Some basic results in number theory — part 1

Theorem (1): The product of any n consecutive integers is divisible by n!.

Proof (1): 

For \frac {(m+1)(m+2) \ldots (m+n)}{n!}=\frac{(m+n)!}{m!n!}, and to show that the last expression is an integer it is sufficient to show that any prime p which occurs in m!n! to at least as high as a power in

(m+n)!. Thus, we have to show that

I[\frac{(m+n)}{p}]+I[\frac{(m+n)}{p^{2}}]+I[\frac{(m+n)}{p^{3}}]+\ldots is greater than or equal to

I[m/p]+I[m/p^{2}]+I[m/p^{3}]+\ldots +I[n/p]+I[n/p^{2}]+I[n/p^{3}]+\ldots.

Note: The  Symbol I[x/y]: If  a is a fraction or an irrational number, the symbol I(a) will be used to denote the integral part of a.

Now, I[\frac{(m+n)}{p}] \geq I[m/p]+I[n/p], and the same is true if we replace p by p^{2}, p^{3} in succession, hence the result in question.

Theorem (2): If n is a prime, then {n \choose r} is divisible by n.

For by the preceding n(n-1)(n-2)\ldots (n-r+1) is divisible by r! and since n is a prime and r is supposed to be less than n, r! is prime to n. Hence,

r! is a divisor of (n-1)(n-2)\ldots (n-r+1)

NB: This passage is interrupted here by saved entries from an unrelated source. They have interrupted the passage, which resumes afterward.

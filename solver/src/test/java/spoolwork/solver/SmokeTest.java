package spoolwork.solver;

import static org.junit.jupiter.api.Assertions.*;

import org.junit.jupiter.api.Test;

import spoolwork.model.ActuatorState;
import spoolwork.model.Circuit;
import spoolwork.model.ComponentType;
import spoolwork.model.OperatingState;

class SmokeTest {
    @Test
    void meterIn() {
        Circuit c = new CircuitBuilder()
                .add("T1", ComponentType.RESERVOIR)
                .add("P1", ComponentType.FIXED_PUMP)
                .add("V1", ComponentType.RELIEF_VALVE, "cracking_pressure", 100e5, "override", 0.0)
                .add("F1", ComponentType.FLOW_CONTROL)
                .add("C1", ComponentType.DOUBLE_ACTING_CYLINDER)
                .ideal("T1.S", "P1.S").ideal("P1.P", "V1.P").ideal("V1.T", "T1.T").ideal("P1.P", "F1.A")
                .ideal("F1.B", "C1.A").ideal("C1.B", "T1.T")
                .build(OperatingState.named("Run").withActuator("C1",
                        new ActuatorState(ActuatorState.Mode.FREE, ActuatorState.LoadKind.CONSTANT, 15000)));
        Solution s = new SteadyStateSolver().solve(c, c.states().get(0));
        System.out.println(s.diagnostics());
        System.out.println(s.iterations() + " " + s.components());
        System.out.println(s.lines());
        System.out.println(s.power() + " imb " + (s.power() == null ? 0 : s.power().relativeImbalance()));
        assertTrue(s.converged());
    }
}
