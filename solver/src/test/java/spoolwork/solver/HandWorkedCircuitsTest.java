package spoolwork.solver;

import static org.junit.jupiter.api.Assertions.assertEquals;
import static org.junit.jupiter.api.Assertions.assertFalse;
import static org.junit.jupiter.api.Assertions.assertTrue;

import org.junit.jupiter.api.Test;

import spoolwork.model.ActuatorState;
import spoolwork.model.ActuatorState.LoadKind;
import spoolwork.model.ActuatorState.Mode;
import spoolwork.model.Circuit;
import spoolwork.model.ComponentType;
import spoolwork.model.Fluid;
import spoolwork.model.OperatingState;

and n(n-1)\ldots (n-r+1)/r! is divisible by n.

Thus, if a is a prime, all the coefficients in the expansion of (1+x)^{n} except the first and last are divisible by n.

Homework:

1) Find the highest power of 5  contained in 158!

2) If n is an odd prime, the integral part of (\sqrt{5}+2)^{n}-2^{n+1} is divisible by 20n.